+++ Information given +++

import type { Knex } from 'knex';
import { mkdtempSync } from 'node:fs';
import os from 'node:os';
import path from 'node:path';
import { migrateToLatest, openDatabase } from '../../../server/db/connection';

/**
 * A fresh, migrated database file per call (a file, not :memory:, so tests
 * see the same WAL and pragma set-up as the running server).
 */
export async function freshDatabase(options: { seed?: boolean } = {}): Promise<Knex> {
  const dir = mkdtempSync(path.join(os.tmpdir(), 'hairline-test-db-'));
  const db = openDatabase(path.join(dir, 'test.sqlite3'));
  await migrateToLatest(db);
  if (options.seed) await db.seed.run();
  return db;
}

/**
 * Asserts that a database call is refused with a message matching `pattern`.
 * better-sqlite3's native binding keeps the error class of the first test
 * file that loaded it in a jest worker, so `toThrow` (an instanceof check)
 * misses errors in later files; the message is what matters here anyway.
 */
export async function expectRefusal(call: PromiseLike<unknown>, pattern: RegExp): Promise<void> {
  let message: string | null = null;
  try {
    await call;
  } catch (err) {
    message = String((err as { message?: unknown }).message ?? err);
  }
  expect(message).toMatch(pattern);
}
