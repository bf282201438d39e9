"""Numba kernels of :mod:`seaprofile.layers.channels`: whole blocks of profiles per call.

Each kernel takes the profiles as rows (``(count, n)``, or ``(1, n)`` when shared, see
:func:`seaprofile.layers._common._profile_rows`), runs without the GIL (so dask threads
run chunks side by side) and returns a status (1: the valid depths of a profile do not
strictly increase). They give bit for bit the numbers of the former one-profile-at-a-time
numpy code: the local minima, their prominence and the width of their well follow the
definitions of ``scipy.signal.find_peaks`` on ``-c`` (``prominence=min_contrast``,
``width=0``, ``rel_height=1``), in the same floating-point operations.
"""

from __future__ import annotations

import math

import numba
import numpy as np

from ._common import _valid_row


@numba.njit(cache=True, nogil=True, inline="always")
def _interp_index(x, z, m):
    """``numpy.interp(x, arange(m), z)`` for ``0 <= x <= m - 1`` (numpy's operations)."""
    if x >= m - 1:
        return z[m - 1]
    j = int(math.floor(x))
    if j == x:
        return z[j]
    slope = (z[j + 1] - z[j]) / ((j + 1.0) - j)
    return slope * (x - j) + z[j]


@numba.njit(cache=True, nogil=True)
def _channels_kernel(speed, depth, below, min_contrast, min_thickness, out, still):
    """Channel axis and secondary channel of each row; ``out`` is ``(7, count)``."""
    count = out.shape[1]
    n = speed.shape[1]
    zbuf = np.empty(n)
    cbuf = np.empty(n)
    x = np.empty(n)
    peaks = np.empty(n, dtype=np.int64)
    for r in range(count):
        for k in range(7):
            out[k, r] = np.nan
        still[r] = False
        m = _valid_row(speed, depth, r, zbuf, cbuf)
        if m < 0:
            return 1
        b = below[r if below.shape[0] > 1 else 0]
        s = 0
        if math.isfinite(b):
            while s < m and not zbuf[s] >= b:
                s += 1
        z = zbuf[s:m]
        c = cbuf[s:m]
        m = m - s
        if m < 3:
            continue
        i = 0
        for k in range(1, m):
            if c[k] < c[i]:
                i = k
        if i == m - 1:
            still[r] = True
        up = c[0]
        for k in range(1, i + 1):
            up = max(up, c[k])
        down = c[i]
        for k in range(i + 1, m):
            down = max(down, c[k])
        contrast = (down if down < up else up) - c[i]
        axis = -1
        if 0 < i < m - 1 and contrast >= min_contrast:
            axis = i
            out[0, r] = z[i]
            out[1, r] = c[i]
            out[2, r] = contrast
        for k in range(m):
            x[k] = -c[k]
        # local maxima of x (plateaus: the middle sample), the ends excluded
        npk = 0
        k = 1
        while k < m - 1:
            if x[k - 1] < x[k]:
                ahead = k + 1
                while ahead < m - 1 and x[ahead] == x[k]:
                    ahead += 1
                if x[ahead] < x[k]:
                    peaks[npk] = (k + ahead - 1) // 2
                    npk += 1
                    k = ahead
            k += 1
        best = -1
        best_prom = 0.0
        best_thick = 0.0
        for q in range(npk):
            p = peaks[q]
            xp = x[p]
            # prominence and bases
            lb = p
            lmin = xp
            k = p
            while k >= 0 and x[k] <= xp:
                if x[k] < lmin:
                    lmin = x[k]
                    lb = k
                k -= 1
            rb = p
            rmin = xp
            k = p
            while k <= m - 1 and x[k] <= xp:
                if x[k] < rmin:
                    rmin = x[k]
                    rb = k
                k += 1
            prom = xp - max(lmin, rmin)
            if not min_contrast <= prom:
                continue
            # width of the well at rel_height = 1
            height = xp - prom * 1.0
            k = p
            while lb < k and height < x[k]:
                k -= 1
            left = float(k)
            if x[k] < height:
                left += (height - x[k]) / (x[k + 1] - x[k])
            k = p
            while k < rb and height < x[k]:
                k += 1
            right = float(k)
            if x[k] < height:
                right -= (height - x[k]) / (x[k - 1] - x[k])
            if not right - left >= 0.0:
                continue
            thick = _interp_index(right, z, m) - _interp_index(left, z, m)
            if not thick >= min_thickness or p == axis:
                continue
            if axis >= 0 and not abs(c[p] - c[axis]) > 1e-9:
                continue
            if best < 0 or prom > best_prom:
                best = p
                best_prom = prom
                best_thick = thick
        if best >= 0:
            out[3, r] = z[best]
            out[4, r] = c[best]
            out[5, r] = best_prom
            out[6, r] = best_thick
    return 0


@numba.njit(cache=True, nogil=True)
def _critical_kernel(speed, depth, reference, axis_depth, out):
    """Shallowest depth below the axis where speed regains the reference, per row."""
    n = speed.shape[1]
    zbuf = np.empty(n)
    cbuf = np.empty(n)
    for r in range(out.shape[0]):
        out[r] = np.nan
        m = _valid_row(speed, depth, r, zbuf, cbuf)
        if m < 0:
            return 1
        ref = reference[r if reference.shape[0] > 1 else 0]
        ax = axis_depth[r if axis_depth.shape[0] > 1 else 0]
        if not (math.isfinite(ax) and math.isfinite(ref)):
            continue
        first = -1
        for j in range(m):
            if zbuf[j] >= ax:
                if first < 0:
                    first = j
                if cbuf[j] >= ref:
                    if j == first:
                        out[r] = zbuf[j]
                    else:
                        z0, z1, c0, c1 = zbuf[j - 1], zbuf[j], cbuf[j - 1], cbuf[j]
                        out[r] = z0 + (ref - c0) * (z1 - z0) / (c1 - c0)
                    break
    return 0
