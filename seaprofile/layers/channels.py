"""Sound channels (deep axis and a secondary channel), critical depth, depth excess and
the sound speed at a given depth.

Plain functions on 1-D arrays: depth in m, positive down and strictly increasing; sound
speed in m/s; NaN values are skipped.
"""

from __future__ import annotations

import numpy as np

from .._validate import as_float_array
from ._common import _scalar, _valid_1d

__all__ = ["sound_channels", "critical_depth", "depth_excess", "speed_at"]


def sound_channels(depth, sound_speed, *, below=None, min_contrast=1.0, min_thickness=10.0):
    """Deep sound channel axis and a secondary channel, if present.

    Parameters
    ----------
    depth : array_like
        Depth, m, positive down, strictly increasing (1-D).
    sound_speed : array_like
        Sound speed, m/s (1-D, NaN = missing).
    below : float, optional
        Search only at and below this depth, m (normally the sonic layer depth; default:
        the whole profile).
    min_contrast : float
        Smallest rise of sound speed, m/s, on both sides of a minimum for it to count as
        a channel (default 1 m/s, i.e. rays within about 2 degrees of horizontal trapped).
    min_thickness : float
        Smallest thickness of the trapping region of a secondary channel, m (default 10).

    Returns
    -------
    dict
        ``axis_depth`` (m), ``axis_speed`` (m/s), ``axis_contrast`` (m/s),
        ``secondary_depth`` (m), ``secondary_speed`` (m/s), ``secondary_contrast`` (m/s),
        ``secondary_thickness`` (m); NaN where absent. ``still_decreasing`` is True when
        the global minimum is the deepest valid sample (the axis may lie deeper).

    Notes
    -----
    Axis: the global minimum of sound speed at or below ``below``, accepted only if sound
    speed rises by at least ``min_contrast`` both above it (up to ``below``) and below it.
    Secondary channel (our rule): among the other local minima whose topographic
    prominence (the rise of sound speed needed, on the lower side, to escape the minimum;
    scipy.signal.find_peaks on -c) is at least ``min_contrast`` and whose trapping region
    (the width of the well at that rise) is at least ``min_thickness`` thick, the most
    prominent one.
    """
    z, c = _valid_1d(depth, sound_speed)
    nan = float("nan")
    out = dict(axis_depth=nan, axis_speed=nan, axis_contrast=nan, secondary_depth=nan,
               secondary_speed=nan, secondary_contrast=nan, secondary_thickness=nan,
               still_decreasing=False)
    if below is not None and np.isfinite(below):
        keep = z >= below
        z, c = z[keep], c[keep]
    if z.size < 3:
        return out
    i = int(np.argmin(c))
    if i == z.size - 1:
        out["still_decreasing"] = True
    contrast = min(c[: i + 1].max(), c[i:].max()) - c[i]
    axis = None
    if 0 < i < z.size - 1 and contrast >= min_contrast:
        axis = i
        out.update(axis_depth=float(z[i]), axis_speed=float(c[i]), axis_contrast=float(contrast))
    from scipy.signal import find_peaks  # here, not at import: scipy.signal is slow to load

    peaks, props = find_peaks(-c, prominence=min_contrast, width=0, rel_height=1.0)
    if peaks.size:
        idx = np.arange(z.size, dtype=float)
        top = np.interp(props["left_ips"], idx, z)
        bottom = np.interp(props["right_ips"], idx, z)
        thick = bottom - top
        ok = (thick >= min_thickness) & (peaks != (axis if axis is not None else -1))
        if axis is not None:  # the same well as the axis (a plateau) is not a second channel
            ok &= np.abs(c[peaks] - c[axis]) > 1e-9
        if ok.any():
            k = np.flatnonzero(ok)[np.argmax(props["prominences"][ok])]
            j = peaks[k]
            out.update(secondary_depth=float(z[j]), secondary_speed=float(c[j]),
                       secondary_contrast=float(props["prominences"][k]),
                       secondary_thickness=float(thick[k]))
    return out


def speed_at(depth, sound_speed, at):
    """Sound speed at depth ``at``, m/s, by linear interpolation (NaN outside the profile).

    Parameters
    ----------
    depth : array_like
        Depth, m, positive down, strictly increasing (1-D).
    sound_speed : array_like
        Sound speed, m/s (1-D, NaN = missing).
    at : array_like
        Depths to evaluate, m.
    """
    z, c = _valid_1d(depth, sound_speed)
    a = as_float_array("at", at)
    if z.size == 0:
        return _scalar(np.full(a.shape, np.nan))
    return _scalar(np.interp(a, z, c, left=np.nan, right=np.nan))


def critical_depth(depth, sound_speed, reference_speed, axis_depth):
    """Critical (conjugate) depth: where sound speed below the axis regains a reference, m.

    Parameters
    ----------
    depth : array_like
        Depth, m, positive down, strictly increasing (1-D).
    sound_speed : array_like
        Sound speed, m/s (1-D, NaN = missing).
    reference_speed : float
        The speed to regain, m/s: the surface speed, the sonic-layer maximum, or the
        speed at a source depth.
    axis_depth : float
        Depth of the sound channel axis, m.

    Returns
    -------
    float
        The shallowest depth below ``axis_depth`` where sound speed reaches
        ``reference_speed`` (linear interpolation), m; NaN when it is not reached within
        the profile or there is no axis.

    Notes
    -----
    By Snell's law a ray that is horizontal where the sound speed equals the reference
    speed turns again where the speed regains it, so this is the deepest turning depth of
    rays horizontal at the reference depth (the plain geometric definition).
    """
    z, c = _valid_1d(depth, sound_speed)
    if not (np.isfinite(axis_depth) and np.isfinite(reference_speed)):
        return float("nan")
    k = z >= axis_depth
    z, c = z[k], c[k]
    hit = np.flatnonzero(c >= reference_speed)
    if hit.size == 0:
        return float("nan")
    j = hit[0]
    if j == 0:
        return float(z[0])
    return float(z[j - 1] + (reference_speed - c[j - 1]) * (z[j] - z[j - 1]) / (c[j] - c[j - 1]))


def depth_excess(bottom_depth, critical):
    """Depth excess = bottom depth - critical depth, m (None when there is no critical depth).

    Parameters
    ----------
    bottom_depth : float
        Sea floor depth, m.
    critical : float
        Critical depth, m (NaN when not reached).

    Returns
    -------
    float or None
        Positive when the water is deeper than the critical depth (a deep sound channel
        with refracted-refracted paths), negative when the bottom is shallower.
    """
    if bottom_depth is None or critical is None or not np.isfinite(critical):
        return None
    return float(bottom_depth) - float(critical)
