Each diagnostic takes ``(profile variable, depth, ..., dim="depth")`` (depth in m, positive
down and increasing; sound speed in m/s; temperature in degC; potential density anomaly in
kg/m3) as numpy arrays (many profiles at once, depth along the last axis), xarray
DataArrays or dask arrays, through the core-dimension dispatcher
:func:`seaprofile.seawater._apply.columnwise`. Missing values are NaN and are skipped. The
mixed-layer and sonic-layer scans are numba kernels.
"""

from __future__ import annotations

import functools
import math

import numba
import numpy as np

from .. import _cf
from .._validate import SeaprofileError, as_float_array
from ..seawater._apply import columnwise, pointwise
from ._common import _columns, _per_profile, _scalar, _valid_1d

__all__ = [
    "mixed_layer_depth",
    "mixed_layer_depth_density",
    "sonic_layer_depth",
    "layer_gradients",
    "duct_cutoff_frequency",
    "TRAPPING_COEFFICIENT",
]

TRAPPING_COEFFICIENT = 8.5e-3
"""Surface-duct trapping rule lambda_max = 8.5e-3 * H**1.5 (lambda, H in m); common practice."""


# --- numba kernels -------------------------------------------------------------------
@numba.njit(cache=True, nogil=True)
def _crossing_kernel(values, depth, ref_depth, threshold, signed, out, reached_end):
    """Depth where ``values`` first departs from its value at ``ref_depth`` by ``threshold``.

    Rows are profiles. ``signed`` 0: |v - v_ref| >= threshold; 1: v - v_ref >= threshold.
    Linear interpolation between samples. No crossing: deepest valid depth, reached_end=1.
    """
    nrow, n = values.shape
    for r in range(nrow):
        out[r] = np.nan
        reached_end[r] = False
        # reference value: linear interpolation at ref_depth between valid neighbours
        above = -1
        below = -1
        for i in range(n):
            if math.isnan(values[r, i]):
                continue
            if depth[r, i] <= ref_depth:
                above = i
            elif below < 0:
                below = i
                break
        if above < 0:
            continue
        if depth[r, above] == ref_depth or below < 0:
            if depth[r, above] != ref_depth:
                continue
            ref = values[r, above]
        else:
            za = depth[r, above]
            zb = depth[r, below]
            ref = values[r, above] + (values[r, below] - values[r, above]) * (
                (ref_depth - za) / (zb - za)
            )
        zp = ref_depth
        dp = 0.0
        last = ref_depth
        found = False
        for i in range(n):
            v = values[r, i]
            if math.isnan(v) or depth[r, i] <= ref_depth:
                continue
            d = v - ref
            if signed == 0:
                d = abs(d)
            if d >= threshold:
                zi = depth[r, i]
                if d == dp:
                    out[r] = zi
                else:
                    out[r] = zp + (threshold - dp) * (zi - zp) / (d - dp)
                found = True
                break
            zp = depth[r, i]
            dp = d
            last = zp
        if not found:
            out[r] = last
            reached_end[r] = True


@numba.njit(cache=True, nogil=True)
def _sonic_layer_kernel(speed, depth, tolerance, out_depth, out_speed, reached_end):
    """Depth of the near-surface sound-speed maximum, one row per profile.

    Scan downward keeping the running maximum; stop at the first valid sample more than
    ``tolerance`` below it. The layer depth is the depth of that running maximum.
    """
    nrow, n = speed.shape
    for r in range(nrow):
        best = -np.inf
        zbest = np.nan
        stopped = False
        for i in range(n):
            c = speed[r, i]
            if math.isnan(c):
                continue
            if c > best:
                best = c
                zbest = depth[r, i]
            elif c < best - tolerance:
                stopped = True
                break
        out_depth[r] = zbest
        out_speed[r] = best if not math.isnan(zbest) else np.nan
        reached_end[r] = not stopped and not math.isnan(zbest)


# --- helpers -------------------------------------------------------------------------
def _rows(name, values, depth):
    """Values as 2-D rows (profiles x depth) and depth broadcast to the same shape."""
    v = as_float_array(name, values)
    z = as_float_array("depth", depth)
    if v.ndim == 0 or v.shape[-1] < 2:
        raise SeaprofileError(f"{name} needs at least two samples along its last axis")
    if v.ndim == 1 and z.shape == v.shape:  # one profile: read-only views, no broadcast
        if not np.all(np.diff(z) > 0):
            raise SeaprofileError("depth must be strictly increasing along the last axis")
        return _readonly_row(v), _readonly_row(z), ()
    try:
        shape = np.broadcast_shapes(v.shape, z.shape)
        if shape[-1] != v.shape[-1]:
            raise ValueError
    except ValueError:
        raise SeaprofileError(
            f"depth of shape {z.shape} does not match {name} of shape {v.shape}"
        ) from None
    n = shape[-1]
    zz = np.broadcast_to(z, shape).reshape(-1, n)
    if not np.all(np.diff(zz, axis=-1) > 0):
        raise SeaprofileError("depth must be strictly increasing along the last axis")
    return (
        np.ascontiguousarray(np.broadcast_to(v, shape).reshape(-1, n)),
        np.ascontiguousarray(zz),
        shape[:-1],
    )


def _readonly_row(a):
    """One profile as a read-only ``(1, n)`` C-contiguous row (the broadcast rows' type,
    so the kernels keep one compiled signature)."""
    row = np.ascontiguousarray(a).reshape(1, -1)
    if row.base is None or row.flags.writeable:
        row = row.view()
        row.flags.writeable = False
    return row


_END_ATTRS = {
    "long_name": "no crossing within the profile: the value is the deepest valid "
    "depth (a lower bound)",
    "units": "1",
}


# --- mixed layer ---------------------------------------------------------------------
def mixed_layer_depth(
    temperature,
    depth=None,
    *,
    threshold=0.2,
    reference_depth=10.0,
    return_reached_end=False,
    dim="depth",
):
    """Mixed layer depth by the temperature criterion, m.

    Parameters
    ----------
    temperature : array_like, dask array or xarray.DataArray
        In-situ temperature, degC; numpy/dask: depth along the last axis, xarray: along
        ``dim``; NaN = missing.
    depth : array_like, dask array or xarray.DataArray, optional
        Depth, m, positive down, strictly increasing (1-D, or the shape of
        ``temperature``). Default for a DataArray: its ``dim`` coordinate. (A string is
        read as ``dim``, the former calling form.)
    threshold : float
        Temperature difference from the reference depth, degC (default 0.2).
    reference_depth : float
        Reference depth, m (default 10).
    return_reached_end : bool
        Also return a boolean array, True where no sample departed by ``threshold``
        (the result is then the deepest valid depth: a lower bound).
    dim : str
        Vertical dimension of xarray inputs (default ``"depth"``).

    Returns
    -------
    numpy.ndarray or float, dask array or xarray.DataArray
        Mixed layer depth, m, over the profile axes; NaN where no valid sample lies at or
        above the reference depth or none lies below it. A DataArray carries the CF
        attributes of ``ocean_mixed_layer_thickness``.

    Notes
    -----
    de Boyer Montégut, C., Madec, G., Fischer, A. S., Lazar, A. & Iudicone, D. (2004),
    Mixed layer depth over the global ocean: an examination of profile data and a
    profile-based climatology, J. Geophys. Res. 109, C12003, doi:10.1029/2004JC002378:
    the mixed layer depth is the depth where |T(z) - T(10 m)| first reaches 0.2 degC,
    found by linear interpolation between samples. The reference value is linearly
    interpolated at 10 m.
    """
    return _crossing(
        "temperature", temperature, depth, dim, threshold, reference_depth, 0, return_reached_end
    )


def mixed_layer_depth_density(
    potential_density,
    depth=None,
    *,
    threshold=0.03,
    reference_depth=10.0,
    return_reached_end=False,
    dim="depth",
):
    """Mixed layer depth by the density criterion, m.

    Parameters
    ----------
    potential_density : array_like, dask array or xarray.DataArray
        Potential density (or its anomaly sigma-theta), kg/m3, referred to the sea
        surface; along the last axis / ``dim``; NaN = missing.
    depth : array_like, dask array or xarray.DataArray, optional
        Depth, m, positive down, strictly increasing (default for a DataArray: its
        ``dim`` coordinate).
    threshold : float
        Increase of potential density over its value at the reference depth, kg/m3
        (default 0.03).
    reference_depth : float
        Reference depth, m (default 10).
    return_reached_end : bool
        Also return the "no crossing" mask (see :func:`mixed_layer_depth`).
    dim : str
        Vertical dimension of xarray inputs (default ``"depth"``).

    Returns
    -------
    numpy.ndarray or float, dask array or xarray.DataArray
        Mixed layer depth, m.

    Notes
    -----
    de Boyer Montégut et al. (2004), J. Geophys. Res. 109, C12003,
    doi:10.1029/2004JC002378: sigma-theta(z) - sigma-theta(10 m) = 0.03 kg/m3, linear
    interpolation between samples.
    """
    return _crossing(
        "potential_density",
        potential_density,
        depth,
        dim,
        threshold,
        reference_depth,
        1,
        return_reached_end,
    )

+++

The lines to copy run from the start of the records above through the line holding "if (options.seed) await db.seed.run();"; give them exactly, both ends included, and nothing else.

> _Response area_:
import type { Knex } from 'knex';
import { mkdtempSync } from 'node:fs';
import os from 'node:os';
import path from 'node:path';
import { migrateToLatest, openDatabase } from '../../../server/db/connection';

/**
 * A fresh, migrated database file per call (a file, not :memory:, so tests
 * see the same WAL and pragma set-up as the running server).
 */
export async function freshDatabase(options: { seed?: boolean } = {}): Promise<Knex> {
  const dir = mkdtempSync(path.join(os.tmpdir(), 'hairline-test-db-'));
  const db = openDatabase(path.join(dir, 'test.sqlite3'));
  await migrateToLatest(db);
  if (options.seed) await db.seed.run();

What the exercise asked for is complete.